■ WHAT NEEDS TO BE DONE ■
Look through the data that follows and copy each line with the string "start".

■ INPUT DATA ■
+-------+
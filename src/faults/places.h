/* SPDX-License-Identifier: GPL-3.0-or-later */
#ifndef FAULTS_PLACES_H
#define FAULTS_PLACES_H

/* What the families share: walks over places, where things show, and the words for places. */

#include "faults/fault.h"

/* The next point behind `place` (0: the first), spur points behind the ring's; n_places at the
 * end. `next_front` passes over points without a front. */
size_t next_point(const struct rf_job *job, size_t place);
size_t next_front(const struct rf_job *job, size_t place);

/* Whether the job has a reading of that set-up. */
bool setup_has_readings(const struct rf_job *job, size_t setup);

/* Every run × the conductors 0 … n_conductors−1 (WHOLE_CABLE is one more). */
void enumerate_runs(const struct fault_family *family, const struct rf_job *job, int n_conductors,
                    fault_callback *callback, void *context);
/* Every point with a front × pairs. */
void enumerate_front_pairs(const struct fault_family *family, const struct rf_job *job,
                           fault_callback *callback, void *context);

/* The shares of a family that shows at a place and nowhere else, and that share. */
extern const char *const place_shares[1];
double place_share(const struct fault *fault, const struct rf_models *models);

/* Opening a place; an end of the ring is the board. */
void look_open(const struct rf_job *job, size_t place, double share, look_callback *callback,
               void *context);
void look_check(size_t place, double share, look_callback *callback, void *context);
void look_board(double share, look_callback *callback, void *context);
/* Opening either end of a run, each `end`, and the fabric between, `inside`. */
void look_along_run(const struct rf_job *job, size_t run, double end, double inside,
                    look_callback *callback, void *context);

/* Spans: a run's two ends, and a point twice. */
void span_run(const struct fault *fault, const struct rf_job *job, size_t *from, size_t *to);
void span_point(const struct fault *fault, const struct rf_job *job, size_t *from, size_t *to);

/* The place in words: its id, and its label in brackets where that says more than the id. The
 * ring's ends are at the board. */
void say_place(const struct rf_job *job, size_t place, struct text *out);
/* " in the run P3 to P4", " at P4" */
void say_in_run(const struct rf_job *job, size_t run, struct text *out);
void say_at(const struct rf_job *job, size_t place, struct text *out);
/* "line and CPC" */
void say_pair(enum pair pair, struct text *out);
/* "the crossed line-neutral test", "the line-neutral test linked at the outgoing ends" */
void say_setup(size_t setup, struct text *out);
/* "outgoing", "incoming" */
const char *leg_word(bool leg_in);

#endif
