static enum rf_status review_paths(const struct invocation *invocation,
                                   const struct settings *settings, struct rf_models *models,
                                   struct rf_review *review, enum rf_class *gravest,
                                   struct rf_error *error)
{
    struct review_input *input = NULL;
    struct review_context context = {
        .settings = settings,
        .csv_path = option_value(invocation, "csv"),
        .review = review,
        .progress.wanted = isatty(STDERR_FILENO) == 1,
    };
    const struct review_sink sink = {&context, render, accept, refuse, show_progress};
    enum rf_status status =
        review_input_open(invocation->operands, invocation->n_operands, &input, error);
    if (status == RF_OK)
        status = open_csv(&context, error);
    if (status == RF_OK) {
        if (context.progress.wanted)
            context.progress.bytes =
                review_input_bytes(invocation->operands, invocation->n_operands);
        clock_gettime(CLOCK_MONOTONIC, &context.progress.start);
        context.progress.last = context.progress.start;
        context.input = input;
        catch_interrupt();
        status = review_run(input, models, settings->threads, &interrupted, &sink, review, error);
        clear_progress(&context.progress);
        if (review_input_passed_over(input) > 0)
            complain("passed over for their names: %zu files in folders",
                     review_input_passed_over(input));
    }
    status = close_csv(&context, status, error);
    review_input_close(input);
    *gravest = graver(*gravest, context.gravest);
    return status;
}

/* --- the command --- */

static enum rf_status merge_parts(const struct invocation *invocation, struct settings *settings,
                                  struct merge_origin *origin, struct rf_review *review,
                                  struct rf_error *error)
{
    enum rf_status status = RF_OK;
    for (size_t i = 0; i < invocation->n_operands && status == RF_OK; i++)
        status = review_merge(invocation->operands[i], origin, review, error);
    if (status == RF_OK)
        settings->rates_name = origin->rates;
    return status;
}

static enum rf_status learn(const struct invocation *invocation, const struct settings *settings,
                            const struct rf_review *review, struct rf_error *error)
{
    const char *path = option_value(invocation, "learn");
    struct rf_models *models = NULL;
    char *written = NULL;
    struct text file = {0};
    if (path == NULL)
        return RF_OK;
    if (interrupted != 0) {
        complain("%s: not written: the review was stopped", path);
        return RF_OK;
    }
    enum rf_status status = load(invocation, RF_RATES_CONSULTED, &models, error);
    if (status == RF_OK)
        status = rf_review_learn(review, models, settings->weight, &written, error);
    if (status == RF_OK) {
        text_add(&file, written);
        status = file_write(path, &file, error);
    }
    text_finish(&file);
    free(written);
    rf_models_destroy(models);
    return status;
}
+-------+
■ ANSWER TO THE PROBLEM ■
        clock_gettime(CLOCK_MONOTONIC, &context.progress.start);
        context.progress.last = context.progress.start;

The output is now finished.